Segment Start: MATERIAL PROVIDED

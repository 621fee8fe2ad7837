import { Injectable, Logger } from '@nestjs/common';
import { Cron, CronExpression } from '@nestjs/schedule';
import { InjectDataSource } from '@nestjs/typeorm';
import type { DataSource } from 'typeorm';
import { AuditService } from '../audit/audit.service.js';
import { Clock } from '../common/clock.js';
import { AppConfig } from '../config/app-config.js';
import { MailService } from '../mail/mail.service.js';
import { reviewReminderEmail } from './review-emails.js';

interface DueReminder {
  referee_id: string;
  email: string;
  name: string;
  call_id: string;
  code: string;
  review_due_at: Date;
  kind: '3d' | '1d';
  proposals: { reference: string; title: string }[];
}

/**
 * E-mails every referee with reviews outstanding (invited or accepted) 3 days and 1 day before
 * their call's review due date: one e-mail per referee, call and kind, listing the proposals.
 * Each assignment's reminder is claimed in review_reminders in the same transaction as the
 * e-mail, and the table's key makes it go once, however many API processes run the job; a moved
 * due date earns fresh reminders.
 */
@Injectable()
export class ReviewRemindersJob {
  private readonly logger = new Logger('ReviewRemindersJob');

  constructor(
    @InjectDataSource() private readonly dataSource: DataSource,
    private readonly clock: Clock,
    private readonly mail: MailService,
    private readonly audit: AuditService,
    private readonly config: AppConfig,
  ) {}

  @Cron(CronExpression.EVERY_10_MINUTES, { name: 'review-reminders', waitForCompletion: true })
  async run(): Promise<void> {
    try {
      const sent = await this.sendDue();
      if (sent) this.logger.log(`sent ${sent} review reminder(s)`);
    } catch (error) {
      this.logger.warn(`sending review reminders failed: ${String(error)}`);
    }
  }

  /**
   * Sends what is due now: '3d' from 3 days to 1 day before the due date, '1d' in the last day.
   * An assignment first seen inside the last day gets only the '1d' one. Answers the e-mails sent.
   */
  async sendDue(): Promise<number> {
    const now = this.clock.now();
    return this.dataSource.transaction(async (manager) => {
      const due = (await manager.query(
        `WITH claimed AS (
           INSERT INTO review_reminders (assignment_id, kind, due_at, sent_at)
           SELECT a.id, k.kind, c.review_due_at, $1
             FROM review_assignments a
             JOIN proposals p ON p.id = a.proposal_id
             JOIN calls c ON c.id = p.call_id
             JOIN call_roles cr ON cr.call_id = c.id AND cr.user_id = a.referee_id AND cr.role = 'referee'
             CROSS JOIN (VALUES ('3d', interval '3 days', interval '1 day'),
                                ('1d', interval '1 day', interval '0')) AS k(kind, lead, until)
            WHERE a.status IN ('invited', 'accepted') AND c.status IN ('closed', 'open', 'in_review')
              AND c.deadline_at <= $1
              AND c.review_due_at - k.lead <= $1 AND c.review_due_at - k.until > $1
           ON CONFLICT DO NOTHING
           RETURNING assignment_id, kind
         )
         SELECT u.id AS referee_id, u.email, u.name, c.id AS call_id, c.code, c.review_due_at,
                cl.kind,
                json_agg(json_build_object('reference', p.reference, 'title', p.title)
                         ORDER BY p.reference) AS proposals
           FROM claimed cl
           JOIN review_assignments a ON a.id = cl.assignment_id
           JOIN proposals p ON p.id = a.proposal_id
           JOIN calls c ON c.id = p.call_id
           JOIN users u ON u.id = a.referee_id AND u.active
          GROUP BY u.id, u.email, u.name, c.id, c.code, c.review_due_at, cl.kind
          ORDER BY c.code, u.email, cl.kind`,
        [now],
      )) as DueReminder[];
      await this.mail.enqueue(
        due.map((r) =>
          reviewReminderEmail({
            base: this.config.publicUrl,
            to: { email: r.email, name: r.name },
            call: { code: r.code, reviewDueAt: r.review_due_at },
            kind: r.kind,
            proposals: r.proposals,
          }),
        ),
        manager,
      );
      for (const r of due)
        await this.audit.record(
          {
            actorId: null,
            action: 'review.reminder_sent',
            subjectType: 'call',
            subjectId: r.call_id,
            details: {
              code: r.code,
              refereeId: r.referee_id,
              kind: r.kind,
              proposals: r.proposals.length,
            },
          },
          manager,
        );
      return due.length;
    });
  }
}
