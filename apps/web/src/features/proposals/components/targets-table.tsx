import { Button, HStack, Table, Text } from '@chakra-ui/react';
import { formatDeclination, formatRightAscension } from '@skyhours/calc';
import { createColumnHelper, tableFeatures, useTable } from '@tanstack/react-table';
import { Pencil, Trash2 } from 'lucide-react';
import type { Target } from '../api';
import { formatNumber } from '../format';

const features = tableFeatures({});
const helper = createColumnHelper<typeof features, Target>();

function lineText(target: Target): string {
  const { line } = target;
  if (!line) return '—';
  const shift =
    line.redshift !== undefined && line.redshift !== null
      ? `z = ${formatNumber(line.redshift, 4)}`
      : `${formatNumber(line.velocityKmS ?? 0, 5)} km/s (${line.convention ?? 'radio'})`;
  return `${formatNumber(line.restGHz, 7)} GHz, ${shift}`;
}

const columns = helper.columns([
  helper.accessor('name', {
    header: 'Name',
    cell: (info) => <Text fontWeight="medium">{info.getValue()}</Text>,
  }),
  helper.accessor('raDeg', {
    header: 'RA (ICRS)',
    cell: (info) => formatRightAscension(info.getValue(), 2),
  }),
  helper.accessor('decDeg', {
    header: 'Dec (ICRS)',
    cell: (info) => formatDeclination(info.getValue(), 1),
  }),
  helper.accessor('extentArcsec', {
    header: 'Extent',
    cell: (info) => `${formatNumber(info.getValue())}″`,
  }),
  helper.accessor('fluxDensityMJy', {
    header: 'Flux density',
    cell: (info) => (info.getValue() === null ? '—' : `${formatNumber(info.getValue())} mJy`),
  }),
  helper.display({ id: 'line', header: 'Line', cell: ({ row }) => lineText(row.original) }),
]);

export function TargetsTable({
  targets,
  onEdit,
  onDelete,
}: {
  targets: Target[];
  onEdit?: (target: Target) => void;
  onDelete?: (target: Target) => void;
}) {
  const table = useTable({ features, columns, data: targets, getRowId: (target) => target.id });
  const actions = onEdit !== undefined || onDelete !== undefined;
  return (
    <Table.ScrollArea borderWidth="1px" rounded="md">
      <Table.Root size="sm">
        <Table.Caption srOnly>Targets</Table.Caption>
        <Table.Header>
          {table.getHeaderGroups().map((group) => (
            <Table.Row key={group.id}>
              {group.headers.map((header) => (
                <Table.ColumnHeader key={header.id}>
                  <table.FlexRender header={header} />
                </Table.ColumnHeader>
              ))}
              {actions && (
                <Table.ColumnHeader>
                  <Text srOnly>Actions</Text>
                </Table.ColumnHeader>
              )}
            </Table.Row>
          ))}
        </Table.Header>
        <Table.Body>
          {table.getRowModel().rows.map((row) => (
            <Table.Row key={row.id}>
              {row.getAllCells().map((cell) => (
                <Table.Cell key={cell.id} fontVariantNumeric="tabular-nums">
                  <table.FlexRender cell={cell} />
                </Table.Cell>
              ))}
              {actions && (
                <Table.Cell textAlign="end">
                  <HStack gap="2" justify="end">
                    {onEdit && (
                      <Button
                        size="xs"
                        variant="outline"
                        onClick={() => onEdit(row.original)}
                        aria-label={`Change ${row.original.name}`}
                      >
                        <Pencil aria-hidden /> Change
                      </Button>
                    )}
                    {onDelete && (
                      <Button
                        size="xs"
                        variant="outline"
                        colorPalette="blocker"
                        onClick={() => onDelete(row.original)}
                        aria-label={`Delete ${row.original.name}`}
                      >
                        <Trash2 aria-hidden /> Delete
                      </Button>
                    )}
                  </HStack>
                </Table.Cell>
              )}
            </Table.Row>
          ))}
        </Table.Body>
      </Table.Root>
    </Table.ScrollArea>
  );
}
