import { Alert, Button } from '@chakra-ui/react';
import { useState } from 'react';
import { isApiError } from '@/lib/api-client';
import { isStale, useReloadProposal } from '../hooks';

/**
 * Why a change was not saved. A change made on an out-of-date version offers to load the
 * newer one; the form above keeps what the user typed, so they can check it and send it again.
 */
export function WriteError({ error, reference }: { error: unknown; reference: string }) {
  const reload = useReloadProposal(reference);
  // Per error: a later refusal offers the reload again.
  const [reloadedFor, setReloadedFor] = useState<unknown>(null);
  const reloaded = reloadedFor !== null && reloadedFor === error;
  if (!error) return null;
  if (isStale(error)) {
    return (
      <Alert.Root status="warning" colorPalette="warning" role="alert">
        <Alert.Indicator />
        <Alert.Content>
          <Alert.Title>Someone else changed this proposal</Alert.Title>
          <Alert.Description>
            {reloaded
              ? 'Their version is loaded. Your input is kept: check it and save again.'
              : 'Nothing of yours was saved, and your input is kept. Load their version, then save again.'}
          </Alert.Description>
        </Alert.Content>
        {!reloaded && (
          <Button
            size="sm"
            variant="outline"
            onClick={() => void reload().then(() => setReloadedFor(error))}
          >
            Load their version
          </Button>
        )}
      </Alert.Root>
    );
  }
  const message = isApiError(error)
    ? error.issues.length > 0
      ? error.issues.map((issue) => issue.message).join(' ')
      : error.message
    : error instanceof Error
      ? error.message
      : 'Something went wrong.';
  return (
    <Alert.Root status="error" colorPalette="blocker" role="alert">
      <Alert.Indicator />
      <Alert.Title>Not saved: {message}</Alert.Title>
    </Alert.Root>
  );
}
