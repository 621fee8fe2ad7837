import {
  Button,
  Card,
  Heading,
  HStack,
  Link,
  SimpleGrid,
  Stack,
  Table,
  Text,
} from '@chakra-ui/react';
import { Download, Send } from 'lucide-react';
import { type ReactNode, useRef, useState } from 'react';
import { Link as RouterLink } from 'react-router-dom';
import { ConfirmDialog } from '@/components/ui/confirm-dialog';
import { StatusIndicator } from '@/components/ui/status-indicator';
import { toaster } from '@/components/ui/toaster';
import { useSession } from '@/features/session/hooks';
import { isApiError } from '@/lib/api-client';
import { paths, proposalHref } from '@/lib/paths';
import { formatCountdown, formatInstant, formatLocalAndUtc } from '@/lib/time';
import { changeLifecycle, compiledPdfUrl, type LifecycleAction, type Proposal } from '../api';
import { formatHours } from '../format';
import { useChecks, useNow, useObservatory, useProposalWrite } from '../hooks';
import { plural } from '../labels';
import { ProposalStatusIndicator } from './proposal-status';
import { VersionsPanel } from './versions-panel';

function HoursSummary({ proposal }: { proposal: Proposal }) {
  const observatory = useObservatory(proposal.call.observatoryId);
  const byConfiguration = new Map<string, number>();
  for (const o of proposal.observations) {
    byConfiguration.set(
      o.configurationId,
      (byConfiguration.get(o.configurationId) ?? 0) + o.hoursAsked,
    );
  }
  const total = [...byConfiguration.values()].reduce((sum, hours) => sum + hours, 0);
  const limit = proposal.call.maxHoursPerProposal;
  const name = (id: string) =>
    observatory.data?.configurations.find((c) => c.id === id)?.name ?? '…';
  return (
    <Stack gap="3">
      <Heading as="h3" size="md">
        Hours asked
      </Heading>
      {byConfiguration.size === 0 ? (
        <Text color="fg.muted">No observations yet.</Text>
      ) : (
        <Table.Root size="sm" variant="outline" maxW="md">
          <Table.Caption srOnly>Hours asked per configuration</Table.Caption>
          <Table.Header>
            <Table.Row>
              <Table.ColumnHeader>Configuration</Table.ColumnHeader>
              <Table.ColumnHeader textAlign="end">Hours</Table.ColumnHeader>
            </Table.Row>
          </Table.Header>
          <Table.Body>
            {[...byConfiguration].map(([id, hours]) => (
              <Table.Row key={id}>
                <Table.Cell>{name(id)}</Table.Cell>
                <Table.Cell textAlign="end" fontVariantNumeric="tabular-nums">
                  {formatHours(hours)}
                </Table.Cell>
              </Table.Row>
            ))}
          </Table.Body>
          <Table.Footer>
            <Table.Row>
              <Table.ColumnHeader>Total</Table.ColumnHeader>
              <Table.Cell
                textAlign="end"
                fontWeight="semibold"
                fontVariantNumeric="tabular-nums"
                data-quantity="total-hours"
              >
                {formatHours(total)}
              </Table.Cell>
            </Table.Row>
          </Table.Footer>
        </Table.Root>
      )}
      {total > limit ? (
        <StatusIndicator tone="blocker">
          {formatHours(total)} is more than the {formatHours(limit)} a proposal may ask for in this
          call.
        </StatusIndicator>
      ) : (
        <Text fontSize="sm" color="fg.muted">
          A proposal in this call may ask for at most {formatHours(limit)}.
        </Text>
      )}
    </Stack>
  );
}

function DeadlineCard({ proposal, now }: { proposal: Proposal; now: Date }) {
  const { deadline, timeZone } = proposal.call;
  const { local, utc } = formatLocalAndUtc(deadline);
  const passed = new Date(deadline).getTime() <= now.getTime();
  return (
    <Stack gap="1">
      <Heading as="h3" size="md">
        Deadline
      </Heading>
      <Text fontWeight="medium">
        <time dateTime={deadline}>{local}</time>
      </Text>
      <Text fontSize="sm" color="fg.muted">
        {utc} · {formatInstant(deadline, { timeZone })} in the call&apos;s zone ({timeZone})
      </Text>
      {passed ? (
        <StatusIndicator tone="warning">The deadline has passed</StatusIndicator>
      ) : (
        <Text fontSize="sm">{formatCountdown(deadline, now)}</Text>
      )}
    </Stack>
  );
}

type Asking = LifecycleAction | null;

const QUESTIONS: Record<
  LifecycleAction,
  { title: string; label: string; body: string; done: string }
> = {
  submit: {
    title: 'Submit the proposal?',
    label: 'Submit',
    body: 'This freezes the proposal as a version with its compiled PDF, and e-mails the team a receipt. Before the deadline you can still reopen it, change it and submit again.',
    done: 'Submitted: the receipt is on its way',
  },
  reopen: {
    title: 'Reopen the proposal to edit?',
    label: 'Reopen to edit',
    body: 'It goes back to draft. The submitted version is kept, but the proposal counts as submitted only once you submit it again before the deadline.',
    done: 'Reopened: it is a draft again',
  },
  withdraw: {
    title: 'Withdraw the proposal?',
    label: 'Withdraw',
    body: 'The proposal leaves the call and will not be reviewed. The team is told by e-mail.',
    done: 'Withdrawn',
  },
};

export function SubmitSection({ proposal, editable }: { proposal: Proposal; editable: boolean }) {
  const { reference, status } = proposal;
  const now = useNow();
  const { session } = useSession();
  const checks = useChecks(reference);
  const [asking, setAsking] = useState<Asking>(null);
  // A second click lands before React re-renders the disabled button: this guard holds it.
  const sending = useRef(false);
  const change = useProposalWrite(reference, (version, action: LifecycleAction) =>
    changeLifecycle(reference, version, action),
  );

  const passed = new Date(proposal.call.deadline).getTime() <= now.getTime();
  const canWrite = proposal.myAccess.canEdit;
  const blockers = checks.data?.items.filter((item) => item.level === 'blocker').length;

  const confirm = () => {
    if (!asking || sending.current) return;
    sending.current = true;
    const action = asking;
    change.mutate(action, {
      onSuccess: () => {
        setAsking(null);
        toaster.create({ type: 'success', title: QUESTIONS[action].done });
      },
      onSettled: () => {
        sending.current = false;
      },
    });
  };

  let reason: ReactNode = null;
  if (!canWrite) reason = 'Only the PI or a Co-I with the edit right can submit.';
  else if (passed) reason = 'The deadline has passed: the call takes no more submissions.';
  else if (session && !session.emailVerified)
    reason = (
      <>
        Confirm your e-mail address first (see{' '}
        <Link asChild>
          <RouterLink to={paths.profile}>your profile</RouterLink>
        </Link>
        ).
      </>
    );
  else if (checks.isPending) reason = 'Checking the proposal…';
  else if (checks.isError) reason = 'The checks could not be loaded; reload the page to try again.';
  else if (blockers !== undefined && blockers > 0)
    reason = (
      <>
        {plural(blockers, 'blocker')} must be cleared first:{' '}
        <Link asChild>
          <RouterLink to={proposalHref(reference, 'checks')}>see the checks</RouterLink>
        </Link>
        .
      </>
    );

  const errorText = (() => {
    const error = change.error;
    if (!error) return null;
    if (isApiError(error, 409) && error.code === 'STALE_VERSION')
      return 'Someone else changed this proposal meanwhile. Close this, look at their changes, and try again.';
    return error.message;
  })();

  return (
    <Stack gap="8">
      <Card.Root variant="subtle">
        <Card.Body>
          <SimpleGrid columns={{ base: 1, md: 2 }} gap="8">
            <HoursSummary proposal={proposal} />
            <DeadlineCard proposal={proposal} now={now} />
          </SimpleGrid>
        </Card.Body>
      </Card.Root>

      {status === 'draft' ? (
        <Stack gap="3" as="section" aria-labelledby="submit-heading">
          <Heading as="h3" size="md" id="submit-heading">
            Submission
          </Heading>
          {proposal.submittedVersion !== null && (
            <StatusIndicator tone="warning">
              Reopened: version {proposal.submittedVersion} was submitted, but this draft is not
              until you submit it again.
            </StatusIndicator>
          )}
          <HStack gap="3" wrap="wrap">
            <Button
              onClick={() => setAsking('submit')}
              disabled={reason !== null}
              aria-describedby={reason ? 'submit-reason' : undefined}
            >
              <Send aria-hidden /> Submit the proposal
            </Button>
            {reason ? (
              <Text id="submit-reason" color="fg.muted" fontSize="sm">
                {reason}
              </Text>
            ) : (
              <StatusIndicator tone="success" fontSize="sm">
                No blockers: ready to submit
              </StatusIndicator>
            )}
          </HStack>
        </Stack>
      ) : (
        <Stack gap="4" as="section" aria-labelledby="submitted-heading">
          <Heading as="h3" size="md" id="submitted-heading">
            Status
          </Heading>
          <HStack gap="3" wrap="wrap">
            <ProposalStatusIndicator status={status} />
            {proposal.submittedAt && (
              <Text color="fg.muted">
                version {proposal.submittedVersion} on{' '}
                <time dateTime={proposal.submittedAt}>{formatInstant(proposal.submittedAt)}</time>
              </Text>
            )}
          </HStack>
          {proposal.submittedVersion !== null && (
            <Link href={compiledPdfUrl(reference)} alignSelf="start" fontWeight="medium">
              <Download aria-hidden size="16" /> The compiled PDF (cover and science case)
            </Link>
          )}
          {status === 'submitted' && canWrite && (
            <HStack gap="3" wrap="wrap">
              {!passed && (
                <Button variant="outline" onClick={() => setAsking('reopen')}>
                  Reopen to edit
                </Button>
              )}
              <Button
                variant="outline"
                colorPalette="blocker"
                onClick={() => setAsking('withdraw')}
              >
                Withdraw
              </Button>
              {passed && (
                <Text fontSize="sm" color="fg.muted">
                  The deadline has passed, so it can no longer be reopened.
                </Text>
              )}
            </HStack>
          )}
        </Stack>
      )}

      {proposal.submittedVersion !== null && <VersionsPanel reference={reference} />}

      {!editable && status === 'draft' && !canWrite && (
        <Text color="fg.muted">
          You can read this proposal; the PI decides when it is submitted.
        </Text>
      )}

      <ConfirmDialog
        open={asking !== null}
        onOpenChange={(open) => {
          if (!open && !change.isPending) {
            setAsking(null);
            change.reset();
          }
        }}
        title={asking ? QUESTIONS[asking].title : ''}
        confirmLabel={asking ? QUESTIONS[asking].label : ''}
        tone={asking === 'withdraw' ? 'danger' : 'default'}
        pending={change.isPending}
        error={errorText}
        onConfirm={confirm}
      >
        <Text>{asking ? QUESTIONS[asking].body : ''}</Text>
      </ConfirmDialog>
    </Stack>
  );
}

Segment End: MATERIAL PROVIDED

## WHAT NEEDS TO BE DONE
Only the lines above starting with the one with "SELECT a.id, k.kind, c.review_due_at, $1" and going through the one with "r.code, reviewDueAt: r.review_due_at" are to be copied, word for word and with both ends kept.

## WRITTEN ANSWER
           SELECT a.id, k.kind, c.review_due_at, $1
             FROM review_assignments a
             JOIN proposals p ON p.id = a.proposal_id
             JOIN calls c ON c.id = p.call_id
             JOIN call_roles cr ON cr.call_id = c.id AND cr.user_id = a.referee_id AND cr.role = 'referee'
             CROSS JOIN (VALUES ('3d', interval '3 days', interval '1 day'),
                                ('1d', interval '1 day', interval '0')) AS k(kind, lead, until)
            WHERE a.status IN ('invited', 'accepted') AND c.status IN ('closed', 'open', 'in_review')
              AND c.deadline_at <= $1
              AND c.review_due_at - k.lead <= $1 AND c.review_due_at - k.until > $1
           ON CONFLICT DO NOTHING
           RETURNING assignment_id, kind
         )
         SELECT u.id AS referee_id, u.email, u.name, c.id AS call_id, c.code, c.review_due_at,
                cl.kind,
                json_agg(json_build_object('reference', p.reference, 'title', p.title)
                         ORDER BY p.reference) AS proposals
           FROM claimed cl
           JOIN review_assignments a ON a.id = cl.assignment_id
           JOIN proposals p ON p.id = a.proposal_id
           JOIN calls c ON c.id = p.call_id
           JOIN users u ON u.id = a.referee_id AND u.active
          GROUP BY u.id, u.email, u.name, c.id, c.code, c.review_due_at, cl.kind
          ORDER BY c.code, u.email, cl.kind`,
        [now],
      )) as DueReminder[];
      await this.mail.enqueue(
        due.map((r) =>
          reviewReminderEmail({
            base: this.config.publicUrl,
            to: { email: r.email, name: r.name },
            call: { code: r.code, reviewDueAt: r.review_due_at },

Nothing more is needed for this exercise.